James Grimmelmann, a copyright scholar at Cornell University, told Ars that he is withholding judgment until he sees the Internet Archive’s response. However, he said, “it seems like the publishers have a pretty strong case.”
“I think there are arguments for fair use, but they’re not terribly strong arguments,” he said in a Monday phone interview.
A pandemic exception?
The Internet Archive would have had a stronger argument if it had continued to limit the number of copies that could be lent out. In that scenario, IA could argue that the program’s impact on the market was little different from a conventional library.
Obviously, a patron who checks out a book from a library is less likely to purchase a copy, undermining the market for the book. On the other hand, libraries themselves buy many books—and the more popular a book is, the more copies libraries must buy. So the overall impact of libraries on demand for books is not clear.
But once the IA stopped buying a copy of a book for every copy it lent out, this argument became a lot weaker. An institution like AI can buy a single copy of a book and then “lend” it to dozens, hundreds, or thousands of people at the same time. There’s little doubt that this has a negative impact on the market for new books.
Instead, the Internet Archive will likely need to make a more novel argument—that the unique circumstances of a pandemic justifies allowing types of infringement that would be clearly illegal at other times. Grimmelmann wasn’t able to identify any other cases where courts have made that kind of leap.
I also spoke to John Bergmayer, a copyright expert at the copyright reform group Public Knowledge. He said there was a “pretty strong fair use argument” for both the Internet Archive’s previous controlled digital lending program and its new approach without waiting lists. Bergmayer pointed to the fact that millions of books are currently locked up in libraries that have been closed due to the pandemic. That, he said, creates a unique situation that could justify digital lending activities that would otherwise be illegal.
But like Grimmelmann, Bergmayer couldn’t name any specific court decisions that back up IA’s aggressive interpretation of copyright law.
The stakes are high
While Grimmelmann was fairly bullish on the publishers’ legal prospects, he disagreed with one aspect of the industry’s argument. The Internet Archive is officially a non-profit, but the publishers’ lawsuit portrays the group as effectively a commercial operation profiting from copyright infringement. It points out that IA has earned millions of dollars from contracts to scan books on behalf of partners such as other libraries.
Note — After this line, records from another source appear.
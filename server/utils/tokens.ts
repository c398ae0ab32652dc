import { createHash, randomBytes } from 'node:crypto'

/** A single-use link token: 32 random bytes, url-safe; only its SHA-256 is ever stored. */
export function newLinkToken(): { token: string, hash: string } {
  const token = randomBytes(32).toString('base64url')
  return { token, hash: hashLinkToken(token) }
}

export function hashLinkToken(token: string): string {
  return createHash('sha256').update(token).digest('hex')
}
But Grimmelmann told Ars that this fundamentally misunderstands the motivations of Brewster Kahle, the founder of Internet Archive and still its driving force.
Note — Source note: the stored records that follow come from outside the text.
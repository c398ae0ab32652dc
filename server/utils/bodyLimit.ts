import type { H3Event } from 'h3'
import { BODY_LIMITS } from '~~/utils/defaults'

/**
 * Request bodies are held to a size by the kind of route, before they are read: the middleware
 * `02.body-limit.ts` calls `readBodyWithin` on every request that has a body. The limits are in
 * `utils/defaults.ts` (`BODY_LIMITS`).
 */
interface BodyKind { bytes: number, field: string, tooLarge: string }

const kinds = {
  photoUpload: { bytes: BODY_LIMITS.photoUpload, field: 'photo', tooLarge: 'That photo is larger than 8 MB. Send a smaller one (phones can share a reduced size).' },
  csvImport: { bytes: BODY_LIMITS.csvImport, field: 'csv', tooLarge: 'That file is larger than 2 MB; split it into smaller files.' },
  json: { bytes: BODY_LIMITS.json, field: 'body', tooLarge: 'The form sent more than 256 KB; shorten the longest text and try again.' },
} satisfies Record<string, BodyKind>

const routes: Array<[RegExp, BodyKind]> = [
  [/^\/api\/households\/[^/]+\/loads\/[^/]+\/photos\/?$/, kinds.photoUpload],
  [/^\/api\/households\/[^/]+\/shelf\/import\/?$/, kinds.csvImport],
]

export function bodyKindFor(path: string): BodyKind {
  const pathname = path.split('?')[0]!
  return routes.find(([pattern]) => pattern.test(pathname))?.[1] ?? kinds.json
}

/** How long the rest of a refused body is let in (and dropped) so the sender reads the answer. */
const LINGER_MS = 5_000

/**
 * A refusal. Too large: what is still coming is dropped unread (never held) for at most
 * `LINGER_MS`, then the connection ends; closing at once would reset it under a sender still
 * writing, and it would never see the 413. Stalled: the connection ends with the answer.
 */
function refuse(event: H3Event, refusal: () => never, then: 'linger' | 'close'): never {
  const { req, res } = event.node
  if (then === 'close') setResponseHeader(event, 'connection', 'close')
  else {
    res.once('finish', () => {
      const cut = setTimeout(() => req.socket?.destroy(), LINGER_MS).unref()
      req.once('end', () => clearTimeout(cut)).resume()
    })
  }
  return refusal()
}

/**
 * The body, counted as it streams: 413 as soon as it passes the route's limit (a Content-Length
 * above it is refused unread), 408 when no byte arrives for `idleMs` or it takes over `totalMs`
 * (a Content-Length promising more than is sent). Undefined when the request has no body.
 */
export function readBodyWithin(event: H3Event): Promise<Buffer> | undefined {
  const req = event.node.req
  const declared = req.headers['content-length']
  const chunked = /\bchunked\b/i.test(String(req.headers['transfer-encoding'] ?? ''))
  if (!chunked && (!declared || Number(declared) === 0)) return undefined
  const kind = bodyKindFor(event.path)
  if (Number(declared) > kind.bytes) refuse(event, () => tooLarge(kind.tooLarge, kind.field), 'linger')

  return new Promise<Buffer>((resolve, reject) => {
    const chunks: Buffer[] = []
    let size = 0
    let done = false
    const stall = () => setTimeout(() => fail(() => timedOut('The request stopped arriving before it was complete; send it again.', kind.field), 'close'), BODY_LIMITS.idleMs)
    let idle = stall()
    const total = setTimeout(() => fail(() => timedOut('The request took too long to arrive; send it again on a steadier connection.', kind.field), 'close'), BODY_LIMITS.totalMs)
    function settle() {
      done = true
      clearTimeout(idle)
      clearTimeout(total)
      req.off('data', onData).off('end', onEnd).off('error', onError).off('close', onClose)
    }
    function fail(refusal: () => never, then: 'linger' | 'close') {
      if (done) return
      settle()
      req.pause()
      try {
        refuse(event, refusal, then)
      }
      catch (error) {
        reject(error)
      }
    }
    function onData(chunk: Buffer) {
      size += chunk.byteLength
      if (size > kind.bytes) return fail(() => tooLarge(kind.tooLarge, kind.field), 'linger')
      chunks.push(chunk)
      clearTimeout(idle)
      idle = stall()
    }
    function onEnd() {
      if (done) return
      settle()
      resolve(Buffer.concat(chunks))
    }
    const cutOff = () => fail(() => badInput(kind.field, 'The request was cut off before it was complete; send it again.'), 'close')
    const onError = cutOff
    const onClose = cutOff
    req.on('data', onData).on('end', onEnd).on('error', onError).on('close', onClose)
  })
}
“Brewster Kahle is what the Russians might call a holy fool—someone who acts without real regard for himself or for worldly things in the service of a higher calling,” Grimmelmann said. The Internet Archive “is not a commercial venture,” he argued. Grimmelmann believes that Kahle, a 1990s dot-com entrepreneur who has sunk millions of dollars into the Internet Archive, is fundamentally an idealist.
But Kahle’s idealism—or foolishness—might cost him dearly. Copyright law allows statutory damages as high as $150,000 per work for willful infringement. And Grimmelmann tells Ars that if the publishers win the case, they’ll have a strong case that the infringement was willful.
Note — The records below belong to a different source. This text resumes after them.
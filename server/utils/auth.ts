// The app's type check reaches this file through the inferred route types, and the app project
// excludes server/: the reference brings the session user's declaration along.
// eslint-disable-next-line @typescript-eslint/triple-slash-reference
/// <reference path="../types/auth.d.ts" />
import type { H3Event } from 'h3'
import { and, eq } from 'drizzle-orm'
import type { ZodType, ZodTypeDef } from 'zod'
import { roleRank, type HouseholdRole } from '~~/utils/schemas/household'

/** 401 before anything of the request is read, so an anonymous caller learns nothing. */
export async function requireSession(event: H3Event) {
  const { user } = await requireUserSession(event, { message: 'Please sign in.' })
  return user
}

/**
 * The user's role in a household: 404 when it is not one of theirs (ids leak nothing), 403
 * when the role is below `minRole`. A site admin counts as an owner everywhere.
 */
export async function requireMembership(event: H3Event, householdId: string, minRole: HouseholdRole) {
  const user = await requireSession(event)
  const db = await useDB()
  const [membership] = await db.select({ role: tables.memberships.role })
    .from(tables.memberships)
    .where(and(eq(tables.memberships.userId, user.id), eq(tables.memberships.householdId, householdId)))
  if (!membership && !user.isAdmin) notFound('No such household.')
  const role: HouseholdRole = membership?.role ?? 'owner'
  if (roleRank[role] < roleRank[minRole]) forbidden(`Only a household ${minRole} or above may do this; you are a ${role}.`)
  return { user, role, db }
}

/**
 * The one guard for routes under /api/households/:id: the session (401), then the route's
 * params (400), then the role in that household (404 / 403).
 */
export async function requireHouseholdRole<P extends { id: string }>(event: H3Event, paramsSchema: ZodType<P, ZodTypeDef, unknown>, minRole: HouseholdRole) {
  await requireSession(event)
  const params = validParams(event, paramsSchema)
  return { params, ...(await requireMembership(event, params.id, minRole)) }
}

export async function requireAdmin(event: H3Event) {
  const user = await requireSession(event)
  if (!user.isAdmin) forbidden('Only a site admin may do this.')
  return user
}

export function publicUser(user: { id: string, email: string, name: string, isAdmin: boolean }) {
  return { id: user.id, email: user.email, name: user.name, isAdmin: user.isAdmin }
}

export async function householdsOf(userId: string) {
  const db = await useDB()
  return db.select({ id: tables.households.id, name: tables.households.name, role: tables.memberships.role })
    .from(tables.memberships)
    .innerJoin(tables.households, eq(tables.households.id, tables.memberships.householdId))
    .where(eq(tables.memberships.userId, userId))
    .orderBy(tables.households.name)
}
The Internet Archive has scanned more than a million books that are still under copyright, so a loss could easily lead to billions of dollars in damages—far beyond the non-profit’s ability to pay. So if the publishers win the lawsuit, they could force the Internet Archive out of business. That would be an incalculable loss given the group’s work archiving other types of content, including the early Web.
However, the publishers may not be interested in forcing the Internet Archive out of business. Their goal is to get the Internet Archive to stop scanning their books. If they win the lawsuit, they might force the group to shut down its book scanning operation and promise to not start it up again, then allow it to continue its other, less controversial offerings.